Exercise directions: Where the word "validate" appears in a line of the entries below, count that line and give the total alone.

Data for processing:
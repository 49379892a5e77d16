/**
 * Import of sources from BibTeX or RIS (contributors):
 * POST /api/import/preview  JSON { text, format } or multipart (`file`, optional `format`)
 *   → { data: { format, entries: ImportPreviewEntry[] } }; malformed input → 400 with the line.
 * POST /api/import          { entries: SourceInput[] } → 201 { data: { created: [{ id, title }] } }:
 *   draft sources for the signed-in contributor, all in one transaction (all or nothing), each
 *   with its first revision and search outbox row (the catalogue commands' own helpers).
 */
import { Router } from 'express';
import multer from 'multer';
import { Op } from 'sequelize';
import { z } from 'zod';
import { sourceFieldsSchema, type SourceFields } from '@shared/catalogue/schemas';
import { bibtexErrorFrom, checkRisSyntax, cslToSourceInput, importFormats, recordLines, type ImportFormat } from '@shared/citations/import';
import type { ImportPreviewEntry } from '@shared/citations/import-types';
import { fieldErrors, parseOrThrow, validate } from '../../http/validate';
import { allow } from '../../policies';
import { sourcePolicy } from '../../policies/source';
import { Source } from '../../models';
import { badRequest } from '../../errors';
import { getSequelize } from '../../db';
import { parseBibliographic } from '../../services/citations';
import { insertDraftSource } from '../../commands/create-source';

const MAX_BYTES = 2 * 1024 * 1024;
export const MAX_ENTRIES = 200;

const previewBodySchema = z
  .object({ text: z.string().max(MAX_BYTES).optional(), format: z.enum(importFormats, { error: 'Choose bibtex or ris' }).optional() })
  .strict();
const importBodySchema = z
  .object({ entries: z.array(sourceFieldsSchema).min(1, { error: 'Nothing to import' }).max(MAX_ENTRIES, { error: `Import at most ${MAX_ENTRIES} entries at once` }) })
  .strict();

function guessFormat(text: string, fileName?: string): ImportFormat {
  if (fileName && /\.ris$/i.test(fileName)) return 'ris';
  if (fileName && /\.(bib|bibtex)$/i.test(fileName)) return 'bibtex';
  return /^\s*TY {2}-/m.test(text) && !/^\s*@\w+\s*\{/m.test(text) ? 'ris' : 'bibtex';
}

/** Parses the text or throws a 400 naming the line. */
export function parseImport(text: string, format: ImportFormat): Record<string, unknown>[] {
  if (format === 'ris') {
    const error = checkRisSyntax(text);
    if (error) throw badRequest(error.message, { text: `Line ${error.line}: ${error.message}` });
  }
  let entries: Record<string, unknown>[];
  try {
    entries = parseBibliographic(text.replace(/^\uFEFF/, ''), format);
  } catch (cause) {
    const error = format === 'bibtex' ? bibtexErrorFrom(cause) : { line: 1, message: `The RIS text could not be read: ${(cause as Error).message}` };
    throw badRequest(error.message, { text: `Line ${error.line}: ${error.message}` });
  }
  if (!entries.length) throw badRequest(`No ${format === 'bibtex' ? 'BibTeX entry' : 'RIS record'} found.`, { text: 'Nothing to import.' });
  if (entries.length > MAX_ENTRIES) throw badRequest(`Import at most ${MAX_ENTRIES} entries at once.`);
  return entries;
}

const sameShelfmark = (shelfmark: string | null | undefined) => (shelfmark ? { shelfmark } : { shelfmark: { [Op.is]: null } });

export function importRouter(): Router {
  const router = Router();
  const upload = multer({ storage: multer.memoryStorage(), limits: { fileSize: MAX_BYTES, files: 1 } });

  router.post('/preview', allow(sourcePolicy.create, 'Only contributors import sources.'), upload.single('file'), async (req, res) => {
    const body = parseOrThrow(previewBodySchema, req.body ?? {});
    const text = req.file ? req.file.buffer.toString('utf8') : body.text;
    if (!text?.trim()) throw badRequest('Paste BibTeX or RIS text, or upload a .bib or .ris file.', { text: 'Nothing to read.' });
    const format = body.format ?? guessFormat(text, req.file?.originalname);
    const parsed = parseImport(text, format);
    const lines = recordLines(text, format);
    const entries: ImportPreviewEntry[] = [];
    for (const [index, csl] of parsed.entries()) {
      const fields = cslToSourceInput(csl);
      const check = sourceFieldsSchema.safeParse(fields);
      const dateEdtf = check.success ? check.data.dateEdtf : fields.dateEdtf;
      const duplicates = fields.title && dateEdtf
        ? await Source.findAll({ where: { title: fields.title, dateEdtf, ...sameShelfmark(fields.shelfmark) }, attributes: ['publicId', 'title', 'status'], limit: 5 })
        : [];
      const inBatch = entries.filter((e) => e.fields.title === fields.title && e.fields.dateEdtf === fields.dateEdtf && (e.fields.shelfmark ?? null) === (fields.shelfmark ?? null));
      entries.push({
        index,
        line: lines[index] ?? null,
        key: typeof csl['citation-key'] === 'string' ? csl['citation-key'] : typeof csl.id === 'string' ? csl.id : null,
        fields,
        errors: check.success ? null : fieldErrors(check.error),
        duplicates: [
          ...duplicates.map((d) => ({ id: d.publicId, title: d.title, status: d.status, message: `Same title, date and shelfmark as ${d.publicId}.` })),
          ...inBatch.map((e) => ({ id: null, title: e.fields.title, status: null, message: `Same title, date and shelfmark as entry ${e.index + 1} of this import.` })),
        ],
      });
    }
    res.json({ data: { format, entries } });
  });

  router.post('/', allow(sourcePolicy.create, 'Only contributors import sources.'), validate({ body: importBodySchema }), async (req, res) => {
    const { entries } = req.body as { entries: SourceFields[] };
    const actor = req.user!;
    const created = await getSequelize().transaction(async (transaction) => {
      const rows: Source[] = [];
      for (const input of entries) {
        const source = await insertDraftSource(actor, input, 'Imported from BibTeX/RIS', transaction);
        rows.push(source);
      }
      return rows;
    });
    res.status(201).json({ data: { created: created.map((s) => ({ id: s.publicId, title: s.title })) } });
  });

  return router;
}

Exercise output: 2